If madvise(2) advice will result in the underlying vma being split and
the number of areas mapped by the process will exceed
/proc/sys/vm/max_map_count as a result, return ENOMEM instead of EAGAIN.

EAGAIN is returned by madvise(2) when a kernel resource, such as slab,
is temporarily unavailable.  It indicates that userspace should retry the
advice in the near future.  This is important for advice such as
MADV_DONTNEED which is often used by malloc implementations to free
memory back to the system: we really do want to free memory back when
madvise(2) returns EAGAIN because slab allocations (for vmas, anon_vmas,
or mempolicies) cannot be allocated.

Encountering /proc/sys/vm/max_map_count is not a temporary failure,
however, so return ENOMEM to indicate this is a more serious issue.  A
followup patch to the man page will specify this behavior.
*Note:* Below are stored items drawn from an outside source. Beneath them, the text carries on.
/** Structural checks every chart must pass; returns the parsed tree. */
function checkSvg(output: ChartOutput): XmlElement {
  const root = parseXml(output.svg)
  expect(root.name).toBe('svg')
  expect(root.attributes.xmlns).toBe('http://www.w3.org/2000/svg')
  expect(root.attributes.role).toBe('img')
  expect(root.attributes.viewBox).toMatch(/^0 0 \d+(\.\d)? \d+(\.\d)?$/)
  expect(root.attributes['font-family']).toBe('Atkinson Hyperlegible, sans-serif')
  expect(root.children[0]!.name).toBe('title')
  expect(root.children[1]!.name).toBe('desc')
  // The description is the alt text, less characters XML cannot hold.
  expect(root.children[1]!.text).toBe(output.alt.replace(/[\u0000-\u0008\u000B\u000C\u000E-\u001F]|[\uD800-\uDFFF]/g, ''))
  expect(output.svg).not.toMatch(/NaN|Infinity|undefined|null/)
  for (const element of allElements(root)) {
    expect(allowedElements, element.name).toContain(element.name)
    for (const [name, value] of Object.entries(element.attributes)) {
      expect(allowedAttributes, name).toContain(name)
      if (/^(x|y|x1|y1|x2|y2|cx|cy|r|dy|width|height|stroke-width|font-size)$/.test(name)) {
        expect(Number.isFinite(Number(value)), `${element.name} ${name}="${value}"`).toBe(true)
        // Coordinates rounded to 0.1 px keep the SVG compact.
        expect(value).toMatch(/^-?\d+(\.\d)?$/)
      }
    }
    if (element.name === 'text') expect(Number(element.attributes['font-size'])).toBeGreaterThanOrEqual(11)
    if (element.name === 'tspan') expect(Number(element.attributes['font-size'])).toBeGreaterThanOrEqual(11)
  }
  const sentences = output.alt.split(/(?<=\.)\s+(?=[A-Z0-9])/)
  expect(sentences.length).toBeGreaterThanOrEqual(1)
  expect(sentences.length).toBeLessThanOrEqual(3)
  return root
}

const texts = (root: XmlElement) => allElements(root).filter((element) => element.name === 'text').map(textContent)

const hostile = `<script>alert("x")</script> & 'quoted' <img src=x onerror=alert(1)>`

describe('populationChart', () => {
  it('draws bars in energy order with axis titles, and names the most populated level', () => {
    const shuffled = { ...populationExample, levels: [...populationExample.levels].reverse() }
    const output = populationChart(shuffled, { title: 'CO at 2500 K' })
    const root = checkSvg(output)
    expect(root.children[0]!.text).toBe('CO at 2500 K')
    expect(allElements(root).filter((element) => element.name === 'rect')).toHaveLength(8)
    const labels = texts(root)
    expect(labels).toContain('Population fraction')
    expect(labels).toContain('Level and its energy (cm⁻¹)')
    expect(labels.indexOf('v = 0')).toBeLessThan(labels.indexOf('v = 7'))
    expect(output.alt).toMatch(/most populated level is v = 0/)
    expect(output.table.headers).toEqual(['Level', 'Energy (cm⁻¹)', 'Fraction', 'log10 fraction'])
    expect(output.table.rows[0]![0]).toBe('v = 0')
  })

  it('plots populations below the smallest double on the log scale from log10Fraction', () => {
    const levels = [
      { label: 'ground', energy: 0, fraction: 1, log10Fraction: 0 },
      { label: 'excited', energy: 50000, fraction: 0, log10Fraction: -400.5 },
    ]
    const output = populationChart({ levels, energyUnit: 'cm⁻¹', scale: 'log' })
    const root = checkSvg(output)
    expect(allElements(root).filter((element) => element.name === 'rect')).toHaveLength(2)
    expect(texts(root)).toContain('Population fraction (log scale)')
    expect(texts(root).some((label) => /^10−\d00$/.test(label))).toBe(true)
    expect(output.table.rows[1]![2]).toBe('3.162×10⁻⁴⁰¹')
    expect(output.alt).toMatch(/least is excited with 3\.16×10⁻⁴⁰¹/)
  })

  it('switches to stems at each energy for long ladders', () => {
    const output = populationChart({ levels: vibrationalLevels(3000, 40), energyUnit: 'cm⁻¹', scale: 'log' })
    const root = checkSvg(output)
    expect(allElements(root).filter((element) => element.name === 'circle')).toHaveLength(40)
    expect(texts(root)).toContain('Level energy (cm⁻¹)')
  })

  it('skips non-finite levels and says so', () => {
    const levels = [...populationExample.levels, { label: 'broken', energy: NaN, fraction: NaN, log10Fraction: NaN }]
    const output = populationChart({ ...populationExample, levels })
    checkSvg(output)
    expect(output.alt).toMatch(/1 level is not plotted/)
    expect(output.table.rows).toHaveLength(9)
  })

  it('handles a single level and all-equal populations', () => {
    checkSvg(populationChart({ levels: [{ label: 'only', energy: 0, fraction: 1, log10Fraction: 0 }], energyUnit: 'K', scale: 'log' }))
    const equal = [0, 1, 2].map((i) => ({ label: `L${i}`, energy: 0, fraction: 1 / 3, log10Fraction: Math.log10(1 / 3) }))
    checkSvg(populationChart({ levels: equal, energyUnit: 'K', scale: 'linear' }))
    checkSvg(populationChart({ levels: equal, energyUnit: 'K', scale: 'log' }))
  })
})

describe('sweepChart', () => {
  it('draws one dashed-or-solid line per series with a legend, gaps for null', () => {
    const output = sweepChart(sweepExample)
    const root = checkSvg(output)
    const paths = allElements(root).filter((element) => element.name === 'path')
    expect(paths).toHaveLength(3)
    // The series with a gap is one path of two pieces.
    expect(paths[1]!.attributes.d!.match(/M/g)).toHaveLength(2)
    const dashes = new Set(paths.map((path) => path.attributes['stroke-dasharray'] ?? 'solid'))
    expect(dashes.size).toBe(3)
    const labels = texts(root)
    for (const series of sweepExample.series) expect(labels).toContain(series.name)
    expect(labels).toContain('Temperature (K)')
    expect(labels).toContain('Upper-level fraction')
  })

  it('gives eight series distinct colour-and-dash pairs', () => {
    const x = [1, 2, 3]
    const series = Array.from({ length: 8 }, (_, i) => ({ name: `s${i}`, values: x.map((v) => v * (i + 1)) }))
    const root = checkSvg(sweepChart({ x, xLabel: 'x', xUnit: '', yLabel: 'y', series }))
    const paths = allElements(root).filter((element) => element.name === 'path')
    const dashes = new Set(paths.map((path) => path.attributes['stroke-dasharray'] ?? 'solid'))
    expect(dashes.size).toBe(8)
  })

  it('colours temperature series cool to warm', () => {
    const x = [100, 200, 300]
    const series = [300, 1000, 3000].map((t) => ({ name: `${t} K`, temperature: t, values: x.map((v) => Math.exp(-v / t)) }))
    const root = checkSvg(sweepChart({ x, xLabel: 'Energy', xUnit: 'K', yLabel: 'Fraction', series }))
    const strokes = allElements(root).filter((element) => element.name === 'path').map((path) => path.attributes.stroke)
    expect(strokes[0]).toBe(temperatureColor(0))
    expect(strokes[2]).toBe(temperatureColor(1))
  })

  it('uses power-of-ten ticks on log axes and skips non-positive values', () => {
    const x = [0, 1, 10, 100, 1000]
    const output = sweepChart({
      x, xLabel: 'Field', xUnit: 'T', yLabel: 'Polarization', logX: true, logY: true,
      series: [{ name: 'P', values: [1, 1e-1, 1e-3, -1, 1e-6] }],
    })
    const root = checkSvg(output)
    const labels = texts(root)
    expect(labels).toContain('10−6')
    expect(labels).toContain('103')
    expect(output.alt).toMatch(/2 values are not plotted/)
  })

  it('marks a point that has no neighbours', () => {
    const root = checkSvg(sweepChart({ x: [1, 2, 3], xLabel: 'x', xUnit: '', yLabel: 'y', series: [{ name: 'a', values: [null, 2, null] }] }))
    expect(allElements(root).filter((element) => element.name === 'circle').length).toBeGreaterThanOrEqual(1)
  })
})

describe('boltzmannPlotChart', () => {
  it('draws points with error bars, the fit and a residual panel on the same energy axis', () => {
    const output = boltzmannPlotChart(boltzmannExample)
    const root = checkSvg(output)
    const labels = texts(root)
    expect(labels).toContain('ln(Iλ/gA)')
    expect(labels).toContain('Residual (ln(Iλ/gA) − fit)')
    expect(labels).toContain('Energy (cm⁻¹)')
    // 8 points above, 8 residuals below, 1 key marker.
    expect(allElements(root).filter((element) => element.name === 'circle')).toHaveLength(17)
    // The residual zero line.
    expect(output.svg).toContain('stroke-dasharray="4 3"')
    expect(output.alt).toMatch(/residual panel/)
    expect(output.alt).toMatch(/largest residual is 0\.15 at 27170 cm⁻¹ \(Fe I 3737\.1 Å\)/)
    expect(output.table.headers).toEqual(['Line', 'Energy (cm⁻¹)', 'ln(Iλ/gA)', 'Uncertainty', 'Fit', 'Residual'])
  })

  it('draws the points without a line when the fit is not finite', () => {
    const output = boltzmannPlotChart({ ...boltzmannExample, fit: { slope: NaN, intercept: 1 } })
    checkSvg(output)
    expect(output.alt).toMatch(/No fitted line/)
  })

  it('handles a single line', () => {
    checkSvg(boltzmannPlotChart({ points: [{ energy: 1000, y: -2 }], fit: { slope: 0, intercept: -2 }, energyUnit: 'cm⁻¹', yLabel: 'ln(I/g)', residuals: [0] }))
  })
})

describe('distributionChart', () => {
  it('draws a bar per distribution and names the largest', () => {
    const output = distributionChart(distributionExample)
    const root = checkSvg(output)
    expect(allElements(root).filter((element) => element.name === 'rect')).toHaveLength(9)
    expect(texts(root)).toContain('Microstates W')
    expect(output.alt).toMatch(/largest is 3 2 1 0 with 24/)
  })

  it('prints huge microstate counts with powers of ten', () => {
    const output = distributionChart({ xLabel: 'n', yLabel: 'W', bars: [{ label: 'a', value: 2.4e30 }, { label: 'b', value: 1.2e31 }] })
    const root = checkSvg(output)
    expect(texts(root).some((label) => /×1031|^1031$/.test(label) || /×10\d\d$/.test(label))).toBe(true)
  })

  it('handles all-equal and all-zero bars', () => {
    checkSvg(distributionChart({ xLabel: 'n', yLabel: 'P', bars: [{ label: 'a', value: 0.5 }, { label: 'b', value: 0.5 }] }))
    checkSvg(distributionChart({ xLabel: 'n', yLabel: 'P', bars: [{ label: 'a', value: 0 }, { label: 'b', value: 0 }] }))
  })
})

describe('every chart', () => {
  const empties: Array<[string, () => ChartOutput]> = [
    ['population', () => populationChart({ levels: [], energyUnit: 'cm⁻¹', scale: 'linear' })],
    ['sweep', () => sweepChart({ x: [], xLabel: 'T', xUnit: 'K', yLabel: 'y', series: [] })],
    ['boltzmann', () => boltzmannPlotChart({ points: [], fit: { slope: 0, intercept: 0 }, energyUnit: 'cm⁻¹', yLabel: 'y', residuals: [] })],
    ['distribution', () => distributionChart({ bars: [], xLabel: 'x', yLabel: 'y' })],
  ]
  it.each(empties)('%s: empty data draws a "no data" message', (_, draw) => {
    const output = draw()
    const root = checkSvg(output)
    expect(texts(root)).toContain('No data to plot')
    expect(output.alt).toMatch(/^No data to plot/)
    expect(output.table.rows).toEqual([])
  })

  const hostileCharts: Array<[string, () => ChartOutput]> = [
    ['population', () => populationChart({ levels: [{ label: hostile, energy: 0, fraction: 1, log10Fraction: 0 }], energyUnit: hostile, scale: 'linear' }, { title: hostile })],
    ['sweep', () => sweepChart({ x: [1, 2], xLabel: hostile, xUnit: hostile, yLabel: hostile, series: [{ name: hostile, unit: hostile, values: [1, 2] }] }, { title: hostile })],
    ['boltzmann', () => boltzmannPlotChart({ points: [{ energy: 1, y: 1, label: hostile }, { energy: 2, y: 0 }], fit: { slope: -1, intercept: 2 }, energyUnit: hostile, yLabel: hostile, residuals: [0, 0] }, { title: hostile })],
    ['distribution', () => distributionChart({ bars: [{ label: hostile, value: 1 }], xLabel: hostile, yLabel: hostile }, { title: hostile })],
    ['empty', () => distributionChart({ bars: [], xLabel: hostile, yLabel: hostile }, { title: hostile })],
  ]
  it.each(hostileCharts)('%s: markup in caller text is escaped and shows as text', (_, draw) => {
    const output = draw()
    const root = checkSvg(output)
    expect(output.svg).not.toContain('<script')
    expect(output.svg).not.toContain('<img')
    expect(output.svg).toContain('&lt;script&gt;')
    expect(root.children[0]!.text).toBe(hostile)
    // The parsed tree holds only our own elements: the label came through as text.
    expect(allElements(root).some((element) => element.name === 'script' || element.name === 'img')).toBe(false)
  })

  it('drops characters XML cannot hold', () => {
    const output = distributionChart({ bars: [{ label: 'a\u0000b\u0007c\uD800', value: 1 }], xLabel: 'x', yLabel: 'y' })
    const root = checkSvg(output)
    expect(texts(root)).toContain('abc')
  })

  // Property tests: any doubles (NaN, ±Infinity, subnormals, ±1.8e308) give well-formed SVG
  // with finite, compact coordinates.
  const number = fc.oneof(fc.double(), fc.constantFrom(NaN, Infinity, -Infinity, 0, -0, 1e-320, 1.7976931348623157e308))
  const runs = { numRuns: 100 }
  it('population: never writes NaN or Infinity, whatever the numbers', () => {
    fc.assert(fc.property(
      fc.array(fc.record({ label: fc.string({ maxLength: 8 }), energy: number, fraction: number, log10Fraction: number }), { maxLength: 12 }),
      fc.constantFrom<'linear' | 'log'>('linear', 'log'),
      (levels, scale) => { checkSvg(populationChart({ levels, energyUnit: 'cm⁻¹', scale })) },
    ), runs)
  }, 30_000)
  it('sweep: never writes NaN or Infinity, whatever the numbers', () => {
    fc.assert(fc.property(
      fc.array(number, { maxLength: 10 }),
      fc.array(fc.array(fc.option(number), { maxLength: 10 }), { maxLength: 4 }),
      fc.boolean(), fc.boolean(),
      (x, values, logX, logY) => {
        checkSvg(sweepChart({ x, xLabel: 'x', xUnit: 'u', yLabel: 'y', logX, logY, series: values.map((v, i) => ({ name: `s${i}`, values: v })) }))
      },
    ), runs)
  }, 30_000)
  it('boltzmann: never writes NaN or Infinity, whatever the numbers', () => {
    fc.assert(fc.property(
      fc.array(fc.record({ energy: number, y: number, uncertainty: number }), { maxLength: 8 }),
      number, number, fc.array(number, { maxLength: 8 }),
      (points, slope, intercept, residuals) => {
        checkSvg(boltzmannPlotChart({ points, fit: { slope, intercept }, energyUnit: 'cm⁻¹', yLabel: 'ln(I/g)', residuals }))
      },
    ), runs)
  }, 30_000)
  it('distribution: never writes NaN or Infinity, whatever the numbers', () => {
    fc.assert(fc.property(
      fc.array(fc.record({ label: fc.string({ maxLength: 12 }), value: number }), { maxLength: 20 }),
      (bars) => { checkSvg(distributionChart({ bars, xLabel: 'x', yLabel: 'y' })) },
    ), runs)
  }, 30_000)

  it('respects width and height', () => {
    const root = checkSvg(distributionChart(distributionExample, { width: 400, height: 240 }))
    expect(root.attributes.viewBox).toBe('0 0 400 240')
  })
})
Signed-off-by: David Rientjes <rientjes@google.com>
---
 Documentation/sysctl/vm.txt |  4 ++--
 Documentation/vm/ksm.txt    |  4 ++++
 include/linux/mm.h          |  6 ++++--
 mm/madvise.c                | 51 +++++++++++++++++++++++++++++++++++++--------
 mm/mmap.c                   |  8 +++----
 5 files changed, 56 insertions(+), 17 deletions(-)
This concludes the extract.